____ Information provided

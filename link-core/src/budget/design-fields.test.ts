import { describe, expect, it } from 'vitest';
import { workedExampleDesign } from '../examples/worked-example.js';
import { LinkDesignSchema } from '../schemas/link-design.schema.js';
import { designFieldRange, designValueOf, InvalidInputError, requireDesignFieldValue, requireValidDesign, VARIABLE_DESIGN_FIELDS, withDesignValue } from './design-fields.js';

const worked = workedExampleDesign();

describe('variable design fields', () => {
  it('sets exactly the named field, leaving the design it came from unchanged', () => {
    for (const field of VARIABLE_DESIGN_FIELDS) {
      const before = structuredClone(worked);
      const changed = withDesignValue(worked, field, 0.0123);
      expect(designValueOf(changed, field)).toBe(0.0123);
      expect(worked).toEqual(before);
      // every other variable field keeps its value
      for (const other of VARIABLE_DESIGN_FIELDS) if (other !== field) expect(designValueOf(changed, other)).toBe(designValueOf(worked, other));
    }
  });

  it('reads the allowed ranges from LinkDesignSchema', () => {
    expect(designFieldRange('rangeM')).toEqual({ field: 'rangeM', lower: 1, upper: 100_000, lowerExclusive: false, unit: 'm' });
    expect(designFieldRange('transmitter.powerDbm')).toMatchObject({ lower: -40, upper: 50, unit: 'dBm' });
    expect(designFieldRange('transmitter.waistRadiusM')).toMatchObject({ lower: 1e-4, upper: 1, lowerExclusive: false });
    expect(designFieldRange('transmitter.halfAngleDivergenceRad')).toMatchObject({ lower: 0, upper: 0.1, lowerExclusive: true, unit: 'rad' });
    expect(designFieldRange('atmosphere.cn2')).toMatchObject({ lower: 0, upper: 1e-10, lowerExclusive: false });
    // every bound is what the schema itself accepts or refuses
    for (const field of VARIABLE_DESIGN_FIELDS) {
      const range = designFieldRange(field);
      expect(LinkDesignSchema.safeParse(withDesignValue(worked, field, range.upper)).success).toBe(true);
      expect(LinkDesignSchema.safeParse(withDesignValue(worked, field, range.upper * 1.001 + 1e-12)).success).toBe(false);
      expect(LinkDesignSchema.safeParse(withDesignValue(worked, field, range.lower)).success).toBe(!range.lowerExclusive);
    }
  });

  it('rejects a value outside the field range, naming the entry, the field and the reason', () => {
    expect(() => requireDesignFieldValue('marginSweep', 'axis.to', 'rangeM', 2e5)).toThrow('marginSweep: axis.to: must be at most 100 km (as rangeM)');
    expect(() => requireDesignFieldValue('marginSweep', 'axis.from', 'transmitter.halfAngleDivergenceRad', 0)).toThrow(/axis\.from: must be greater than 0/);
    expect(() => requireDesignFieldValue('marginSweep', 'axis.from', 'rangeM', 500)).not.toThrow();
  });

  it('reports every bad design field with its path, as an InvalidInputError (a RangeError)', () => {
    const bad = { ...worked, rangeM: -1, transmitter: { ...worked.transmitter, wavelenghtM: 1 } };
    try {
      requireValidDesign('solveDesign', bad);
      expect.unreachable();
    } catch (error) {
      expect(error).toBeInstanceOf(InvalidInputError);
      expect(error).toBeInstanceOf(RangeError);
      const issues = (error as InvalidInputError).issues;
      expect(issues).toContainEqual({ path: 'design.rangeM', message: 'must be greater than 0' });
      expect(issues).toContainEqual({ path: 'design.transmitter.wavelenghtM', message: 'is not a known field' });
      expect((error as Error).message).toMatch(/^solveDesign: /);
    }
  });
});
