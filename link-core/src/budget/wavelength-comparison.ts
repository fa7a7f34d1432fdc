/**
 * The same optics at several wavelengths, as data (METHODS.md §15.2): beam, geometric loss,
 * attenuation at the design visibility and in reference weather, turbulence, eye safety and margin
 * per wavelength, and one margin-against-visibility series per wavelength for a chart.
 */
import { z } from 'zod';
import { VISIBILITY_CODE, type VisibilityCodeClass } from '../atmosphere/visibility-code.js';
import { assessEyeSafety, type EyeSafetyAssessment } from '../safety/classification.js';
import { eyeSafetyInputOf } from '../safety/eye-safety-input.js';
import { boundedNumber } from '../schemas/fields.js';
import type { LinkBudget } from '../schemas/link-budget.schema.js';
import { TransmitterSchema, type LinkDesignInput } from '../schemas/link-design.schema.js';
import { evaluateLink } from './evaluate-link.js';
import { marginVsVisibility } from './samplers.js';
import { parseOrThrow, requireValidDesign } from './design-fields.js';

/** The four wavelengths terrestrial FSO terminals usually use [m] (common practice). */
export const USUAL_FSO_WAVELENGTHS_M: readonly number[] = [785e-9, 850e-9, 1310e-9, 1550e-9];

/** Most wavelengths in one comparison (as many as a revision holds variants). */
export const MAX_COMPARED_WAVELENGTHS = 8;

/** The visibility-code classes the comparison reports attenuation in, mildest first. */
export const REFERENCE_WEATHER_CLASSES = ['haze', 'thin-fog', 'moderate-fog'] as const satisfies readonly VisibilityCodeClass['key'][];
export type ReferenceWeatherClass = (typeof REFERENCE_WEATHER_CLASSES)[number];

/** A reference weather condition: a visibility-code class and the visibility that stands for it. */
export interface ReferenceWeather {
  key: ReferenceWeatherClass;
  label: string;
  /** geometric centre of the class, sqrt(min·max) [m], 2 % contrast: haze 2828 m, thin fog 1414 m, moderate fog 316 m */
  visibilityM: number;
  /** the class bounds [m] */
  minVisibilityM: number;
  maxVisibilityM: number;
}

/**
 * The reference weather of the comparison, from the international visibility code: each class
 * stands for its geometric centre (our convention: the classes span factors of 2–2.5, so the
 * centre on a log scale is the fair single value).
 * @returns haze, thin fog and moderate fog with their visibilities [m]
 * @see VISIBILITY_CODE (Kim, McArthur & Korevaar 2001; ITU-R P.1817, table from memory).
 */
export function referenceWeather(): ReferenceWeather[] {
  return REFERENCE_WEATHER_CLASSES.map((key) => {
    const row = VISIBILITY_CODE.find((entry) => entry.key === key)!;
    return { key, label: row.label, visibilityM: Math.sqrt(row.minVisibilityM * row.maxVisibilityM), minVisibilityM: row.minVisibilityM, maxVisibilityM: row.maxVisibilityM };
  });
}

/** One wavelength of {@link compareWavelengths}. */
export interface WavelengthComparisonRow {
  wavelengthM: number;
  /** diffraction half-angle M²λ/(πW0) of the design's transmit beam at this wavelength [rad] */
  diffractionHalfAngleRad: number;
  /** far-field half-angle the beam has: the datasheet divergence, or the diffraction limit when that is larger [rad] */
  halfAngleDivergenceRad: number;
  beamModel: LinkBudget['beamModel'];
  /** 1/e² beam radius at the receiver, without turbulence [m] */
  beamRadiusAtReceiverM: number;
  /** long-term beam radius with turbulence spread and wander [m] (the free-space radius for the spherical wave or Cn² = 0) */
  longTermBeamRadiusM: number;
  geometricLossDb: number;
  /** specific attenuation at the design's visibility [dB/km] */
  specificAttenuationDbPerKm: number;
  /** specific attenuation in each reference weather, in the order of `referenceWeather` [dB/km] */
  referenceAttenuationDbPerKm: number[];
  /** spherical-wave Rytov variance σ_R² (METHODS.md §6.2) */
  rytovVarianceSpherical: number;
  /** aperture-averaged scintillation index the fade margin uses */
  scintillationIndex: number;
  scintillationFadeMarginDb: number;
  receivedPowerDbm: number;
  linkMarginDb: number;
  /** the budget's findings at this wavelength (model validity, overload…) */
  checks: LinkBudget['checks'];
  /**
   * indicative eye-safety assessment (MPE, class, NOHD, with its caution); null where the limits are
   * not implemented (outside 700–1400 and 1500–1800 nm), with the reason in `eyeSafetyUnavailableReason`
   */
  eyeSafety: EyeSafetyAssessment | null;
  eyeSafetyUnavailableReason?: string;
  /** link margin at each visibility of `visibilityM` [dB] (one chart line) */
  marginVsVisibilityDb: number[];
}

/** Result of {@link compareWavelengths}. */
export interface WavelengthComparison {
  referenceWeather: ReferenceWeather[];
  /** the shared visibility axis of the margin series [m], in the design's visibility definition */
  visibilityM: number[];
  rows: WavelengthComparisonRow[];
  /** what is held fixed and what the figures leave out */
  notes: string[];
}

/** Options of {@link compareWavelengths} (the margin-against-visibility series). */
export const CompareWavelengthsOptionsSchema = z.strictObject({
  /** lowest visibility of the series [m] (default 50) */
  fromVisibilityM: boundedNumber({ greaterThan: 0, practicalMinimum: { value: 1, text: '1 m' }, atMost: 1e6, unitNote: { upper: '1000 km' } }).default(50),
  /** highest visibility of the series [m] (default 50 000) */
  toVisibilityM: boundedNumber({ greaterThan: 0, practicalMinimum: { value: 1, text: '1 m' }, atMost: 1e6, unitNote: { upper: '1000 km' } }).default(50_000),
  /** log-spaced samples of the series, 2 … 2000 (default 61) */
  points: z.int({ error: 'must be a whole number' }).min(2, 'must be at least 2').max(2000, 'must be at most 2000').default(61),
}).refine((options) => options.toVisibilityM > options.fromVisibilityM, { message: 'must be greater than fromVisibilityM', path: ['toVisibilityM'] });
export type CompareWavelengthsOptions = z.input<typeof CompareWavelengthsOptionsSchema>;

const WavelengthListSchema = z
  .array(TransmitterSchema.shape.wavelengthM, { error: 'must be a list of wavelengths in metres' })
  .min(1, 'must hold at least one wavelength')
  .max(MAX_COMPARED_WAVELENGTHS, `must hold at most ${MAX_COMPARED_WAVELENGTHS} wavelengths`);

/**
 * Compares the design at several wavelengths with the same optics: the same transmit beam radius
 * W0, datasheet divergence, M², power, receiver, pointing, weather and turbulence; only
 * `transmitter.wavelengthM` changes. Each row is `evaluateLink` of that design (beam, losses,
 * attenuation, Rytov variance, fade margin, margin), the specific attenuation in three reference
 * weathers (haze, thin fog, moderate fog at the centres of their visibility-code classes, 2 %
 * contrast, the design's attenuation model), the indicative eye-safety assessment of the beam
 * (assessEyeSafety on eyeSafetyInputOf: MPE, class, NOHD — indicative only, never a
 * classification; it defers to the applicable laser-safety standard, local rules and a qualified
 * laser safety officer), and the margin against visibility (marginVsVisibility, log spaced).
 *
 * @param design the link design (validated; a bad field throws naming `design.<path>`)
 * @param wavelengthsM 1 … 8 wavelengths [m], each 200 nm … 20 µm (default 785, 850, 1310, 1550 nm)
 * @param options the visibility series: from/to [m] and points (default 50 m … 50 km, 61 points)
 * @returns the reference weathers, the shared visibility axis, one row per wavelength in the given order, notes
 * @throws InvalidInputError naming the bad design field, wavelength (`wavelengthsM.2`) or option
 * @see METHODS.md §15.2; Kim, McArthur & Korevaar, Proc. SPIE 4214, 26–37 (2001) (attenuation);
 *   IEC 60825-1 (eye safety, METHODS.md §8).
 * @example compareWavelengths(workedExampleDesign()).rows.map((row) => row.linkMarginDb)
 */
export function compareWavelengths(design: LinkDesignInput, wavelengthsM: readonly number[] = USUAL_FSO_WAVELENGTHS_M, options: CompareWavelengthsOptions = {}): WavelengthComparison {
  requireValidDesign('compareWavelengths', design);
  const wavelengths = parseOrThrow('compareWavelengths', WavelengthListSchema, wavelengthsM, 'wavelengthsM');
  const series = parseOrThrow('compareWavelengths', CompareWavelengthsOptionsSchema, options, 'options');
  const weathers = referenceWeather();
  let visibilityM: number[] = [];
  const rows = wavelengths.map((wavelengthM) => {
    const atWavelength: LinkDesignInput = { ...design, transmitter: { ...design.transmitter, wavelengthM } };
    const budget = evaluateLink(atWavelength);
    const referenceAttenuationDbPerKm = weathers.map(
      (weather) => evaluateLink({ ...atWavelength, atmosphere: { ...atWavelength.atmosphere, visibilityM: weather.visibilityM, visibilityDefinition: 'contrast-2-percent' } }).specificAttenuationDbPerKm,
    );
    const sweep = marginVsVisibility(atWavelength, { fromM: series.fromVisibilityM, toM: series.toVisibilityM, points: series.points });
    visibilityM = sweep.visibilityM;
    const row: WavelengthComparisonRow = {
      wavelengthM,
      diffractionHalfAngleRad: budget.diffractionHalfAngleRad,
      halfAngleDivergenceRad: budget.halfAngleDivergenceRad,
      beamModel: budget.beamModel,
      beamRadiusAtReceiverM: budget.beamRadiusAtReceiverM,
      longTermBeamRadiusM: budget.longTermBeamRadiusM ?? budget.beamRadiusAtReceiverM,
      geometricLossDb: budget.geometricLossDb,
      specificAttenuationDbPerKm: budget.specificAttenuationDbPerKm,
      referenceAttenuationDbPerKm,
      rytovVarianceSpherical: budget.rytovVarianceSpherical,
      scintillationIndex: budget.scintillationIndex,
      scintillationFadeMarginDb: budget.scintillationFadeMarginDb,
      receivedPowerDbm: budget.receivedPowerDbm,
      linkMarginDb: budget.linkMarginDb,
      checks: budget.checks,
      eyeSafety: null,
      marginVsVisibilityDb: sweep.linkMarginDb,
    };
    try {
      row.eyeSafety = assessEyeSafety(eyeSafetyInputOf(atWavelength, budget));
    } catch (error) {
      // Only the limits' own "not implemented at this wavelength" is expected; anything else is a defect.
      if (!(error instanceof RangeError)) throw error;
      row.eyeSafetyUnavailableReason = error.message;
    }
    return row;
  });
  return {
    referenceWeather: weathers,
    visibilityM,
    rows,
    notes: [
      'Same optics at each wavelength: transmit beam radius, datasheet divergence, M², power, receiver (aperture, sensitivity, optics losses), pointing, weather and turbulence as designed. A real receiver\'s sensitivity changes with the detector (silicon below about 1000 nm, InGaAs above): enter it per variant to compare equipment.',
      'Eye-safety figures are indicative only, never a classification or certification: follow the applicable laser-safety standard, local regulations and a qualified laser safety officer.',
    ],
  };
}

________

Your assignment: Your answer should consist of copies of the lines above that include the string "limits".

Written answer:
   * indicative eye-safety assessment (MPE, class, NOHD, with its caution); null where the limits are
      // Only the limits' own "not implemented at this wavelength" is expected; anything else is a defect.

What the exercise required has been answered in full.